# Jumping.



## River123 (Jul 12, 2015)

I have an almost 6 month old puppy. He loves to jump. I have another dog that was taught to give hugs, when asked. My 6 month v thinks it means that he's allowed to jump whenever he wants. I can't teach him to stop jumping. He won't listen to anything. I haven't let the other dog give "hugs" anymore when my 6 month is around. How do you stop jumping?


----------



## harrigab (Aug 21, 2011)

I fold my arms and turn my back on them, when they're sat nicely they get a fuss made of them.


----------



## gingerling (Jun 20, 2015)

The easiest way to stop bad behavior is to not teach it or otherwise encourage or allow it in the first place 

Dogs jump as a greeting, it's an instinct. What you want to do..consistently with all the dogs, as they watch and learn from each other....is to use your experience of when they jump, so you can pre empt it by bending down first to greet them..which you can do warmly and add "Good off!", so they're associating your word with their action and a reward. If they jump, you want to move quickly away, turn, etc., so they cannot succeed in reaching you. Do not hesitate to do the old stand by, lifting your knee.

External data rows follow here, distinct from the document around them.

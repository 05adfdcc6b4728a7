// The route as a chain of nodes: node 0 is the driver pin, the last node is the receiver.
// Branch j joins node j to node j+1 and is either one line cell (R'ΔZ in series with L'ΔZ) or a
// lumped series part. Each cell puts half its C'ΔZ and G'ΔZ on each of its two end nodes, the
// standard staggered placement (C. R. Paul, Analysis of Multiconductor Transmission Lines, FDTD chapter).
import type { LineRLGC, Net, Part } from './model.js';
import type { Discretization } from './result.js';

/** Marks an external end of a lumped branch: the driver's source or a fixed rail. */
export const EXTERNAL = -1;

/** A lumped branch from node `p` to node `q` (either may be EXTERNAL), elements R, L, C in series. */
export interface LumpedBranch {
  item: string;
  role: 'driver' | 'series' | 'shunt' | 'receiver' | 'dielectric';
  p: number;
  q: number;
  part: Part;
}

export interface ItemSpan {
  kind: 'line' | 'series' | 'shunt';
  /** First node of the item (for a shunt: the node it hangs on). */
  start: number;
  /** Last node of the item. */
  end: number;
  cellLength: number;
  /** For a line: its per-unit-length model. */
  line?: LineRLGC;
}

export interface Ladder {
  nodes: number;
  nodeC: Float64Array;
  nodeG: Float64Array;
  /** Per branch j (nodes j → j+1): cell inductance and resistance; 0 for lumped branches. */
  cellL: Float64Array;
  cellR: Float64Array;
  isCell: Uint8Array;
  /** Distance of each node from the driver pin along the route (m); lumped parts have no length. */
  position: Float64Array;
  /** The driver branch first, then every series, shunt and receiver part. */
  lumped: LumpedBranch[];
  items: Map<string, ItemSpan>;
}

export function buildLadder(net: Net, plan: Discretization): Ladder {
  const nodes = plan.nodes;
  const ladder: Ladder = {
    nodes,
    nodeC: new Float64Array(nodes),
    nodeG: new Float64Array(nodes),
    cellL: new Float64Array(Math.max(nodes - 1, 0)),
    cellR: new Float64Array(Math.max(nodes - 1, 0)),
    isCell: new Uint8Array(Math.max(nodes - 1, 0)),
    position: new Float64Array(nodes),
    lumped: [{ item: 'driver', role: 'driver', p: EXTERNAL, q: 0, part: { r: net.driver.resistance, l: 0, rail: 0 } }],
    items: new Map(),
  };
  const cellsOf = new Map(plan.segments.map((s) => [s.name, s]));
  let node = 0;
  let distance = 0;
  for (const item of net.route) {
    if (item.kind === 'line') {
      const seg = cellsOf.get(item.name)!;
      const dz = seg.cellLength;
      for (let k = 0; k < seg.cells; k++) {
        const j = node + k;
        ladder.isCell[j] = 1;
        ladder.position[j + 1] = distance + (k + 1) * dz;
        ladder.cellL[j] = item.line.l * dz;
        ladder.cellR[j] = item.line.r * dz;
        const halfC = (item.line.c * dz) / 2;
        const halfG = (item.line.g * dz) / 2;
        ladder.nodeC[j] += halfC;
        ladder.nodeC[j + 1] += halfC;
        ladder.nodeG[j] += halfG;
        ladder.nodeG[j + 1] += halfG;
      }
      ladder.items.set(item.name, { kind: 'line', start: node, end: node + seg.cells, cellLength: dz, line: item.line });
      // The half cells at the segment's two ends carry their share of the dielectric branches as
      // lumped R–C parts, solved with the end nodes; interior nodes keep theirs in the line kernel.
      if (seg.cells > 0) {
        for (const t of item.line.shunt ?? []) {
          const c = (t.value * dz) / 2;
          for (const end of [node, node + seg.cells]) {
            ladder.lumped.push({ item: item.name, role: 'dielectric', p: end, q: EXTERNAL, part: { r: t.tau / c, l: 0, c, rail: 0 } });
          }
        }
      }
      node += seg.cells;
      distance += item.length;
      ladder.position[node] = distance;
    } else if (item.kind === 'series') {
      ladder.lumped.push({ item: item.name, role: 'series', p: node, q: node + 1, part: item.part });
      ladder.position[node + 1] = distance;
      ladder.items.set(item.name, { kind: 'series', start: node, end: node + 1, cellLength: 0 });
      node += 1;
    } else {
      for (const part of item.parts) ladder.lumped.push({ item: item.name, role: 'shunt', p: node, q: EXTERNAL, part });
      ladder.items.set(item.name, { kind: 'shunt', start: node, end: node, cellLength: 0 });
    }
  }
  for (const part of net.receiver) ladder.lumped.push({ item: 'receiver', role: 'receiver', p: node, q: EXTERNAL, part });
  if (node !== nodes - 1) throw new Error(`internal: ladder has ${node + 1} nodes, plan expected ${nodes}`);
  return ladder;
}

/** Voltage of the external end of a lumped branch: the source value for the driver, else the part's rail. */
export function externalVoltage(b: LumpedBranch, source: number): number {
  return b.role === 'driver' ? source : b.part.rail;
}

But use the word "Off" so they learn what it is you're doing and what you expect, rather than just shimmying away from them, which will take longer for them to understand.


----------



## trevor1000 (Sep 20, 2013)

Water spray bottle.
We have 5 or 6 around the house.
If Bacchus gets into one of his "V moods" all I need to do is grab a spray bottle.
I dont even need to spray him anymore.


----------